> EXERCISE OBJECTIVE
Output the data below exactly. Leave nothing out.

> DATA SUPPLIED
def analyse(manifest: Manifest, command: Sequence[str], progress: Progress = _quiet) -> Results:
    """Run every stage up to the results (no files written)."""
    settings = _stats_settings(manifest)
    progress("reading data")
    tables = load_tables(manifest)
    built = build_series(manifest, tables)
    refuse_short_series(manifest, built)
    frequencies = {name: item.frequency for name, item in built.items()}

    records: dict[str, SeriesRecord] = {}
    for position, (name, item) in enumerate(built.items(), start=1):
        values, lineage, notes = item.values, item.lineage, item.notes
        progress(f"order of integration {position}/{len(built)}: {name}")
        spec = manifest.spec.series[name]
        try:
            check_magnitude(name, values)
            check_variation(name, values)
        except (ConstantSeriesError, SeriesScaleError) as error:
            raise type(error)(error.message, location=manifest.locate("series", name), hint=error.hint) from None
        with warnings.catch_warnings(record=True) as caught:
            warnings.simplefilter("always")
            verdict = integration_order(name, values, settings, spec.deterministic)
        extra = tuple(dict.fromkeys(f"{w.category.__name__}: {w.message}" for w in caught))
        records[name] = SeriesRecord(
            name=name, label=spec.label or lineage, dataset=spec.dataset, column=spec.column,
            transforms=tuple(step.name if step.parameter is None else f"{step.name}:{step.parameter}"
                             for step in manifest.transforms[name]),
            lineage=lineage, frequency=frequencies[name], start=period_label(values.index[0]),
            end=period_label(values.index[-1]), dates=index_labels(values.index),
            values=tuple(float(v) for v in values.to_numpy()), verdict=verdict, notes=notes + extra,
            missing_policy=item.column.policy, dropped=item.column.dropped, interpolated=item.column.interpolated)

    assessments: dict[str, RegressionAssessment] = {}
    series_values = {name: item.values for name, item in built.items()}
    for position, (name, formula) in enumerate(manifest.formulas.items(), start=1):
        progress(f"regression {position}/{len(manifest.formulas)}: {name}")
        data = regression_data(manifest, name, series_values, frequencies)
        orders = {variable: records[variable].verdict.order for variable in formula.variables}
        policy = manifest.spec.regressions[name].too_short or manifest.spec.settings.too_short
        if data.empty:
            reason = "the variables share no periods within the sample window"
            if policy == "error":
                raise SampleTooShortError(location=manifest.locate("regressions", name), problem=reason,
                                          hint="widen the sample window, or set 'too_short: report' to keep the "
                                               "regression in the dossier as inconclusive")
            assessments[name] = _infeasible(name, formula.text, formula.dependent, formula.regressors, orders, reason)
            continue
        try:
            with warnings.catch_warnings(record=True) as caught:
                warnings.simplefilter("always")
                fragile = {variable: records[variable].verdict.fragile_reason or "fragile order"
                           for variable in formula.variables if records[variable].verdict.fragile}
                assessment = assess_regression(name, formula.text, formula.dependent, formula.regressors,
                                               data, orders, settings, fragile_orders=fragile)
            escaped = tuple(f"{w.category.__name__}: {w.message}" for w in caught)
            if escaped:  # assess_regression keeps its own; anything else is kept here rather than lost
                assessment = dataclasses.replace(
                    assessment, warnings=tuple(dict.fromkeys((*assessment.warnings, *escaped))))
            assessments[name] = assessment
        except InsufficientDataError as error:
            if policy == "error":
                raise SampleTooShortError(location=manifest.locate("regressions", name), problem=error.message,
                                          hint="use a longer sample or fewer regressors, or set 'too_short: report' "
                                               "to keep the regression in the dossier as inconclusive") from None
            assessments[name] = _infeasible(name, formula.text, formula.dependent, formula.regressors, orders,
                                            error.message)
        except DataError as error:
            raise type(error)(error.message, location=manifest.locate("regressions", name, "formula"),
                              hint=error.hint) from None

    inputs = [InputRecord(role="manifest", name="manifest", path=str(manifest.path),
                          relative_path=manifest.path.name, sha256=sha256_bytes(manifest.raw),
                          bytes=len(manifest.raw))]
    datasets: dict[str, DatasetRecord] = {}
    for name, table in tables.items():
        inputs.append(InputRecord(role="data", name=name, path=str(table.path), relative_path=table.display_path,
                                  sha256=sha256_bytes(table.raw), bytes=len(table.raw)))
        outside = outside_project(manifest, table.display_path)
        datasets[name] = DatasetRecord(
            name=name, path=table.display_path, index_column=table.index_column, frequency=table.frequency,
            frequency_source=table.frequency_source, rows=len(table.periods), start=period_label(table.periods[0]),
            end=period_label(table.periods[-1]), columns=tuple(table.cells), table_sha256=canonical_table_hash(table),
            notes=table.notes + ((outside,) if outside else ()), query=manifest.spec.datasets[name].query,
            query_sha256=None if manifest.spec.datasets[name].query is None
            else sha256_bytes(str(manifest.spec.datasets[name].query).encode()))
    env = environment(command, manifest.base_dir)
    settings_record = manifest.spec.settings.model_dump()
    identifier = run_id(__version__, [record.sha256 for record in inputs], settings_record, env["packages"],
                        table_hashes=[record.table_sha256 for record in datasets.values()],
                        python=env["python"], platform_name=env["platform"], git=env["git"])
    project = manifest.spec.project.model_dump()
    return Results(tool_version=__version__, run_id=identifier, created=build_time(), project=project,
                   settings=settings_record, inputs=tuple(inputs), environment=env, datasets=datasets,
                   series=records, regressions=assessments,
                   regression_labels={name: spec.label or name for name, spec in manifest.spec.regressions.items()},
                   methods=methods_text())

> REPLY
def analyse(manifest: Manifest, command: Sequence[str], progress: Progress = _quiet) -> Results:
    """Run every stage up to the results (no files written)."""
    settings = _stats_settings(manifest)
    progress("reading data")
    tables = load_tables(manifest)
    built = build_series(manifest, tables)
    refuse_short_series(manifest, built)
    frequencies = {name: item.frequency for name, item in built.items()}

    records: dict[str, SeriesRecord] = {}
    for position, (name, item) in enumerate(built.items(), start=1):
        values, lineage, notes = item.values, item.lineage, item.notes
        progress(f"order of integration {position}/{len(built)}: {name}")
        spec = manifest.spec.series[name]
        try:
            check_magnitude(name, values)
            check_variation(name, values)
        except (ConstantSeriesError, SeriesScaleError) as error:
            raise type(error)(error.message, location=manifest.locate("series", name), hint=error.hint) from None
        with warnings.catch_warnings(record=True) as caught:
            warnings.simplefilter("always")
            verdict = integration_order(name, values, settings, spec.deterministic)
        extra = tuple(dict.fromkeys(f"{w.category.__name__}: {w.message}" for w in caught))
        records[name] = SeriesRecord(
            name=name, label=spec.label or lineage, dataset=spec.dataset, column=spec.column,
            transforms=tuple(step.name if step.parameter is None else f"{step.name}:{step.parameter}"
                             for step in manifest.transforms[name]),
            lineage=lineage, frequency=frequencies[name], start=period_label(values.index[0]),
            end=period_label(values.index[-1]), dates=index_labels(values.index),
            values=tuple(float(v) for v in values.to_numpy()), verdict=verdict, notes=notes + extra,
            missing_policy=item.column.policy, dropped=item.column.dropped, interpolated=item.column.interpolated)

    assessments: dict[str, RegressionAssessment] = {}
    series_values = {name: item.values for name, item in built.items()}
    for position, (name, formula) in enumerate(manifest.formulas.items(), start=1):
        progress(f"regression {position}/{len(manifest.formulas)}: {name}")
        data = regression_data(manifest, name, series_values, frequencies)
        orders = {variable: records[variable].verdict.order for variable in formula.variables}
        policy = manifest.spec.regressions[name].too_short or manifest.spec.settings.too_short
        if data.empty:
            reason = "the variables share no periods within the sample window"
            if policy == "error":
                raise SampleTooShortError(location=manifest.locate("regressions", name), problem=reason,
                                          hint="widen the sample window, or set 'too_short: report' to keep the "
                                               "regression in the dossier as inconclusive")
            assessments[name] = _infeasible(name, formula.text, formula.dependent, formula.regressors, orders, reason)
            continue
        try:
            with warnings.catch_warnings(record=True) as caught:
                warnings.simplefilter("always")
                fragile = {variable: records[variable].verdict.fragile_reason or "fragile order"
                           for variable in formula.variables if records[variable].verdict.fragile}
                assessment = assess_regression(name, formula.text, formula.dependent, formula.regressors,
                                               data, orders, settings, fragile_orders=fragile)
            escaped = tuple(f"{w.category.__name__}: {w.message}" for w in caught)
            if escaped:  # assess_regression keeps its own; anything else is kept here rather than lost
                assessment = dataclasses.replace(
                    assessment, warnings=tuple(dict.fromkeys((*assessment.warnings, *escaped))))
            assessments[name] = assessment
        except InsufficientDataError as error:
            if policy == "error":
                raise SampleTooShortError(location=manifest.locate("regressions", name), problem=error.message,
                                          hint="use a longer sample or fewer regressors, or set 'too_short: report' "
                                               "to keep the regression in the dossier as inconclusive") from None
            assessments[name] = _infeasible(name, formula.text, formula.dependent, formula.regressors, orders,
                                            error.message)
        except DataError as error:
            raise type(error)(error.message, location=manifest.locate("regressions", name, "formula"),
                              hint=error.hint) from None

    inputs = [InputRecord(role="manifest", name="manifest", path=str(manifest.path),
                          relative_path=manifest.path.name, sha256=sha256_bytes(manifest.raw),
                          bytes=len(manifest.raw))]
    datasets: dict[str, DatasetRecord] = {}
    for name, table in tables.items():
        inputs.append(InputRecord(role="data", name=name, path=str(table.path), relative_path=table.display_path,
                                  sha256=sha256_bytes(table.raw), bytes=len(table.raw)))
        outside = outside_project(manifest, table.display_path)
        datasets[name] = DatasetRecord(
            name=name, path=table.display_path, index_column=table.index_column, frequency=table.frequency,
            frequency_source=table.frequency_source, rows=len(table.periods), start=period_label(table.periods[0]),
            end=period_label(table.periods[-1]), columns=tuple(table.cells), table_sha256=canonical_table_hash(table),
            notes=table.notes + ((outside,) if outside else ()), query=manifest.spec.datasets[name].query,
            query_sha256=None if manifest.spec.datasets[name].query is None
            else sha256_bytes(str(manifest.spec.datasets[name].query).encode()))
    env = environment(command, manifest.base_dir)
    settings_record = manifest.spec.settings.model_dump()
    identifier = run_id(__version__, [record.sha256 for record in inputs], settings_record, env["packages"],
                        table_hashes=[record.table_sha256 for record in datasets.values()],
                        python=env["python"], platform_name=env["platform"], git=env["git"])
    project = manifest.spec.project.model_dump()
    return Results(tool_version=__version__, run_id=identifier, created=build_time(), project=project,
                   settings=settings_record, inputs=tuple(inputs), environment=env, datasets=datasets,
                   series=records, regressions=assessments,
                   regression_labels={name: spec.label or name for name, spec in manifest.spec.regressions.items()},
                   methods=methods_text())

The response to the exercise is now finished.